Which non-parametric test should I use while running GLM?

I'm trying to analyze some experimental data about animal behaviour using R and would need some help or advice regarding which non-parametric test should I use.

The variables I have are:
- Response variable: "Vueltasmin", a numeric one
- Explicatory variable: "Condicion", a factor with 6 levels
- Random effect variable: "Bicho", as the same animal performing some behavioural task was measured more than once.
As I have a random effect variable, I chose a GLM model. Then, when checking the normality and homoscedasticity assumptions, Shapiro-Wilks test showed there was no normality and QQplots revealed there weren´t patterns nor outliers in my data. So the question would be: which non-parametric test would be optimal in this case, knowing that I would like to perform certain a posteriori comparisons (and not all-against-all comparisons)?? This is how the data plot would look like:

Here is some information that might be useful. I´d like to thank everyone in advance!

DATABASE: is composed of 174 observations (29 individuals that were tested in 6 different situations or tasks, represented by one colour in the bar graph and hence the random effect variable); "Bicho" stands for the individual; "Condicion" states the explicatory variable and "Vueltasmin" is the response variable. "Datos" is the name of my database.


## My model should be: Vueltasmin = Condicion + 1|Bicho
m1 <- lmer(Vueltasmin ~ Condicion + (1 | Bicho), Datos)

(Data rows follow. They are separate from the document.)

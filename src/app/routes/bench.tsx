import { Navigate } from "react-router";
import { isStudio } from "@shared/permissions.ts";
import { useMe } from "@/features/session/api/session.ts";
import { useStudio } from "@/features/settings/api/settings.ts";
import { useObjects } from "@/features/objects/api/objects.ts";
import { ObjectsTable } from "@/features/objects/components/objects-table.tsx";
import { ButtonLink } from "@/components/ui/button.tsx";
import { Card, EmptyState, Notice, SkeletonRows } from "@/components/ui/feedback.tsx";

/** Bench: today's work — what is in the studio now. */
export function Component() {
  const { data: user } = useMe();
  const { unit, settings } = useStudio();
  const studio = !!user && isStudio(user);
  const inStudio = useObjects({ status: "in-studio", sort: "updatedAt", dir: "desc", pageSize: 25 });
  if (user && !studio) return <Navigate to="/objects" replace />;

  return (
    <div className="space-y-6">
      <header className="flex flex-wrap items-end justify-between gap-4">
        <div>
          <h1 className="text-2xl font-bold tracking-tight">Bench</h1>
          <p className="text-sm text-graphite">{settings?.studioName ?? "Your studio"} — the work in hand today.</p>
        </div>
        <div className="flex gap-2">
          <ButtonLink to="/objects/new">Receive an object</ButtonLink>
          <ButtonLink to="/objects" variant="secondary">
            Open the register
          </ButtonLink>
        </div>
      </header>
      <Notice tone="warn" title="At the bench">
        Glass and mount-cutter blades cut: wear gloves and eye protection, and put used blades in a sharps container. Lift heavy frames with two people,
        never by the top rail.
      </Notice>
      <Card title={`In the studio now${inStudio.data ? ` · ${inStudio.data.total}` : ""}`}>
        {inStudio.isPending ? (
          <SkeletonRows rows={5} />
        ) : inStudio.isError ? (
          <Notice tone="fail">{inStudio.error.message}</Notice>
        ) : inStudio.data.items.length === 0 ? (
          <EmptyState title="Nothing in the studio" action={<ButtonLink to="/objects/new">Receive an object</ButtonLink>}>
            Objects you receive show here until they go back to their owner.
          </EmptyState>
        ) : (
          <div className="-mx-5 -my-4">
            <ObjectsTable items={inStudio.data.items} unit={unit} />
          </div>
        )}
      </Card>
    </div>
  );
}
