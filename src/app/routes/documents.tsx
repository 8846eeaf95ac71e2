import { useAllDocuments } from "@/features/documents/api/documents.ts";
import { DocumentsList } from "@/features/documents/components/documents-list.tsx";
import { ButtonLink } from "@/components/ui/button.tsx";
import { PageHeader } from "@/components/ui/list-page.tsx";
import { ErrorNotice, SkeletonRows } from "@/components/ui/feedback.tsx";

export function Component() {
  const docs = useAllDocuments();
  return (
    <div className="space-y-5">
      <PageHeader
        gap="gap-3"
        title="Documents"
        intro="Every PDF the studio has issued, with its verification code. Dossiers and labels are made from an object's page; schedules and exports from a client's page."
        actions={
          <ButtonLink to="/verify" variant="secondary">
            Check a code
          </ButtonLink>
        }
      />
      <section className="rounded-card bg-paper-sheet p-4 shadow-card">
        {docs.isPending ? <SkeletonRows /> : docs.isError ? <ErrorNotice error={docs.error} /> : <DocumentsList items={docs.data} showObject />}
      </section>
    </div>
  );
}
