import { useForm } from "react-hook-form";
import { zodResolver } from "@hookform/resolvers/zod";
import { Navigate, useNavigate, useSearchParams } from "react-router";
import { SignInSchema, type SignIn } from "@shared/schemas/auth.ts";
import { useMe, useSignIn } from "@/features/session/api/session.ts";
import { TextField } from "@/components/ui/field.tsx";
import { Button } from "@/components/ui/button.tsx";
import { ErrorNotice } from "@/components/ui/feedback.tsx";
import { LogoMark } from "@/components/ui/logo.tsx";
import { ApiError } from "@/lib/api-client.ts";

/** Only paths inside the app are followed after sign-in. */
function safeNext(next: string | null): string {
  return next?.startsWith("/") && !next.startsWith("//") ? next : "/";
}

export function Component() {
  const [params] = useSearchParams();
  const next = safeNext(params.get("next"));
  const navigate = useNavigate();
  const me = useMe();
  const signIn = useSignIn();
  const form = useForm<SignIn>({ resolver: zodResolver(SignInSchema), defaultValues: { email: "", password: "" } });
  const errors = form.formState.errors;

  if (me.data) return <Navigate to={next} replace />;

  const onSubmit = form.handleSubmit((values) =>
    signIn.mutate(values, {
      onSuccess: () => navigate(next, { replace: true }),
      onError: () => form.setFocus("password"),
    }),
  );
  const error = signIn.error;

  return (
    <main className="flex min-h-screen items-center justify-center px-4">
      <div className="w-full max-w-sm">
        <div className="mb-8 text-center">
          <div className="inline-block">
            <LogoMark size={44} />
          </div>
          <h1 className="mt-3 text-2xl font-bold tracking-tight">Sign in to Reversa</h1>
          <p className="mt-1 text-sm text-graphite">Mount plans, mounting history and condition records for works on paper.</p>
        </div>
        <form onSubmit={onSubmit} noValidate className="space-y-4 rounded-card bg-paper-sheet p-6 shadow-card">
          {error && <ErrorNotice title={error instanceof ApiError && error.status === 429 ? "Too many attempts" : "Not signed in"} error={error} />}
          <TextField label="E-mail address" type="email" autoComplete="username" autoFocus error={errors.email?.message} {...form.register("email")} />
          <TextField label="Password" type="password" autoComplete="current-password" error={errors.password?.message} {...form.register("password")} />
          <Button type="submit" className="w-full" disabled={signIn.isPending}>
            {signIn.isPending ? "Signing in…" : "Sign in"}
          </Button>
        </form>
        <p className="mt-6 text-center text-xs text-graphite">Accounts are created by your studio's admin.</p>
      </div>
    </main>
  );
}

#Checking assumptions BEFORE looking at the stats:
e1<-resid(m1) # Pearson residues
pre1<-predict(m1) #predicted

par(mfrow = c(1, 2))
plot(pre1, e1, xlab="Predichos", ylab="Residuos de pearson",main="Gráfico de
dispersión de RE vs PRED",cex.main=.8 )

abline(0,0) qqnorm(e1, cex.main=.9) #QQ plot qqline(e1) par(mfrow = c(1, 1)) shapiro.test(e1)

Last edited:


Active Member
The data are never normal, so don't worry about the Shapiro-Wilk statistic. To a first approximation, your results speak for themselves: DB is greater than everything else; DF is lower than everything else; and we can argue about the others. I would use parametric statistics to compare treatments and do a sensitivity analysis without the outlier in the upper-right corner of the QQ plot to see if results are sensitive to that data point.
Hi, thanks for the response!
The shapiro, histogram and QQplot were made with the residuals, not with the dependent variable, so I think it still would matter. Nevertheless the sensitivity analysis is a good idea. Any thoughts on how can I ask R to tell me which datapoints are those? Thanks!